Importing bookmark.htm with Regular Expressions
The one good thing about Netscape is the bookmark.htm file, if you have ever
tried to copy all your URL files to a disk you know how much longer it takes,
and as for uploading a URL file, forget about it.
Here we will be looking at how to extract the bookmarks from the file.
Now getting the href from and anchor tag is quite easy. Here we are going to be
extracting the path to the bookmark, and this makes it a little more difficult.
The regular expression we use to do this is massive.
12 | Dim r As New System.Text.RegularExpressions.Regex("(HREF=""(?<href>[^""]+)""[\w\W]*?ADD_DATE=""(?<add_date>[^""]+)""[\w\W]*?LAST_VISIT=""(?<last_visit>[^""]+)""[\w\W]*?LAST_MODIFIED=""(?<last_modified>[^""]+)""[\w\W]*?>(?<title>[^<]+)<)|(<H3[\w\W]*?>(?<folder>[^<]+)<)|(</DL>(?<back>[^p]+)p>)") |
However, do not worry; it is actually three straightforward expressions joined
together.
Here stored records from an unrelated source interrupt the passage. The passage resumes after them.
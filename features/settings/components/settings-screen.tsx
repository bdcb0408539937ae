import { Text, View } from 'react-native';

import { PageTitle } from '@/components/page-title';
import { Card, Heading, Small, Title } from '@/components/ui';
import { ChipGroup } from '@/components/chips';
import { type Units, useUnits } from '@/components/units';
import { colors, space } from '@/shared/theme';
import type { EnergyUnit } from '@/shared/units';
import { DeliveryProblemsCard } from './delivery-problems-card';
import { EmailPrefsCard } from './email-prefs-card';

const CHOICES: { key: keyof Units; label: string; options: { value: string; label: string }[] }[] = [
  { key: 'power', label: 'Device power', options: [{ value: 'W', label: 'Watts (W)' }, { value: 'A', label: 'Amps at the battery (A)' }] },
  { key: 'energy', label: 'Energy', options: [{ value: 'Ah', label: 'Amp-hours (Ah)' }, { value: 'Wh', label: 'Watt-hours (Wh)' }] },
  { key: 'temperature', label: 'Temperature', options: [{ value: 'C', label: '°C' }, { value: 'F', label: '°F' }] },
  { key: 'wire', label: 'Wire sizes', options: [{ value: 'AWG', label: 'AWG' }, { value: 'mm2', label: 'mm²' }] },
];

/**
 * Settings: e-mail preferences (kept on the server), units (kept on this device; the energy unit on the
 * account too, through energyOnAccount, for the e-mails), and for admins the e-mail failures.
 */
export function SettingsScreen({ isAdmin = false, energyOnAccount }: { isAdmin?: boolean; energyOnAccount?: { save: (energy: EnergyUnit) => void; error: string | null } }) {
  const { units, setUnits } = useUnits();
  const choose = (key: keyof Units, value: string) => {
    if (units[key] === value) return;
    setUnits({ ...units, [key]: value } as Units);
    if (key === 'energy') energyOnAccount?.save(value as EnergyUnit);
  };
  return (
    <View style={{ gap: space.lg }} testID="settings-screen">
      <PageTitle parts={['Settings']} />
      <Title>Settings</Title>
      <EmailPrefsCard />
      <Card>
        <Heading>Units</Heading>
        <Small>Kept on this device; the energy unit also on your account, so your e-mails use it (watt-hours at each rig’s system voltage). The model always works in amps and amp-hours at the battery.</Small>
        {CHOICES.map((c) => (
          <ChipGroup key={c.key} label={c.label} options={c.options} value={units[c.key] as string} onChange={(v) => choose(c.key, v)} testIDPrefix={`unit-${c.key}`} />
        ))}
        {energyOnAccount?.error ? (
          <Text role="alert" style={{ color: colors.short }}>
            The energy unit is kept on this device but not on your account yet: {energyOnAccount.error}
          </Text>
        ) : null}
      </Card>
      {isAdmin ? <DeliveryProblemsCard /> : null}
    </View>
  );
}
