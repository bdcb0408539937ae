import { ActivityIndicator, View } from 'react-native';

import { Body, Card, Heading, Small } from '@/components/ui';
import { colors, space } from '@/shared/theme';
import { useEmailFailuresQuery } from '../api/email-prefs';

/** For admins: e-mails whose last attempt failed (they are retried with backoff); no budget figures. */
export function DeliveryProblemsCard() {
  const failures = useEmailFailuresQuery(true);
  return (
    <Card testID="delivery-problems">
      <Heading>E-mail delivery (admin)</Heading>
      {failures.isPending ? <ActivityIndicator color={colors.night} /> : null}
      {failures.isError ? <Body style={{ color: colors.short }}>{failures.error.message}</Body> : null}
      {failures.data && !failures.data.length ? <Small>No failed e-mails.</Small> : null}
      {failures.data?.map((f) => (
        <View key={f.id} style={{ gap: 2, paddingVertical: space.xs }}>
          <Body>
            {f.kind} to {f.to ?? 'unknown'} · {f.attempts} attempt{f.attempts === 1 ? '' : 's'}
          </Body>
          <Small>{f.error}</Small>
        </View>
      ))}
    </Card>
  );
}
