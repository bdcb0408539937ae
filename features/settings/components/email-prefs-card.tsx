import { zodResolver } from '@hookform/resolvers/zod';
import { useForm, useWatch } from 'react-hook-form';
import { ActivityIndicator, Text } from 'react-native';

import { ChoiceField, Form, showApiErrors, SubmitButton, SwitchField } from '@/components/form';
import { HourField, TimeZoneField } from '@/components/pickers';
import { Body, Card, Heading, Small } from '@/components/ui';
import { type EmailPrefs, emailPrefsSchema } from '@/shared/schemas/email-prefs';
import { colors } from '@/shared/theme';
import { useEmailPrefsMutation, useEmailPrefsQuery } from '../api/email-prefs';

const WEEKDAYS = ['Monday', 'Tuesday', 'Wednesday', 'Thursday', 'Friday', 'Saturday', 'Sunday'].map((label, value) => ({ value, label }));
const deviceZone = () => {
  try {
    return Intl.DateTimeFormat().resolvedOptions().timeZone || 'UTC';
  } catch {
    return 'UTC';
  }
};

/** E-mail preferences: the weekly report's day and hour in your zone, warnings and their threshold, note e-mails. */
export function EmailPrefsCard() {
  const prefs = useEmailPrefsQuery();
  if (prefs.isPending) return <ActivityIndicator color={colors.night} />;
  if (prefs.isError) return <Body style={{ color: colors.short }}>{prefs.error.message}</Body>;
  // Until someone saves, the zone offered is this device's.
  const { saved, ...values } = prefs.data;
  return <PrefsForm initial={saved ? values : { ...values, timeZone: deviceZone() }} saved={saved} />;
}

function PrefsForm({ initial, saved }: { initial: EmailPrefs; saved: boolean }) {
  const save = useEmailPrefsMutation();
  const { control, handleSubmit, setError } = useForm<EmailPrefs>({ resolver: zodResolver(emailPrefsSchema), defaultValues: initial });
  const reportsOn = useWatch({ control, name: 'reportsOn' });
  const warningsOn = useWatch({ control, name: 'warningsOn' });
  const submit = handleSubmit(async ({ ...values }) => {
    try {
      await save.mutateAsync(values);
    } catch (err) {
      showApiErrors(err, setError, 'timeZone');
    }
  });
  return (
    <Form control={control} onSubmit={submit} busy={save.isPending}>
    <Card testID="email-prefs">
      <Heading>E-mail</Heading>
      <Small>For every rig you share. Each e-mail also has a link that turns its kind off in one click.</Small>
      <SwitchField control={control} name="reportsOn" label="Weekly budget report" hint="Days parked, the margin, the biggest drains and the top Fixes for the week ahead." />
      {reportsOn ? (
        <>
          <ChoiceField control={control} name="reportWeekday" label="Report day" options={WEEKDAYS} />
          <HourField control={control} name="reportHour" label="Report time" hint="To the hour, in the time zone below." />
          <TimeZoneField control={control} name="timeZone" label="Time zone" hint="This device's zone until you choose another." />
        </>
      ) : null}
      <SwitchField control={control} name="warningsOn" label="Low-margin warning" hint="One e-mail when a rig's margin falls, with what changed and the top Fix; no repeat until it recovers." />
      {warningsOn ? (
        <ChoiceField
          control={control}
          name="warnAt"
          label="Warn me when the margin is"
          options={[
            { value: 'tight', label: 'Tight or Short' },
            { value: 'short', label: 'Short only' },
          ]}
        />
      ) : null}
      <SwitchField control={control} name="noteEmailsOn" label="New notes" hint="Notes written within 10 minutes come together in one e-mail." />
      <SubmitButton label="Save e-mail preferences" testID="save-email-prefs" />
      {save.isSuccess ? <Text role="status" style={{ color: colors.comfortable }}>Saved.</Text> : !saved ? <Small>Not saved yet: these are the defaults.</Small> : null}
    </Card>
    </Form>
  );
}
This is an example of using | (or) to select between one of the three
patterns in which we are interested.
an anchor tag, containing information about the bookmark
a folder title, indicating entry into a new folder
the literal </DL><p>, indicating the end of a folder
Once you have extracted the bookmarks, you can display them in your own format,
or go that little bit further are check that none of them are dead links.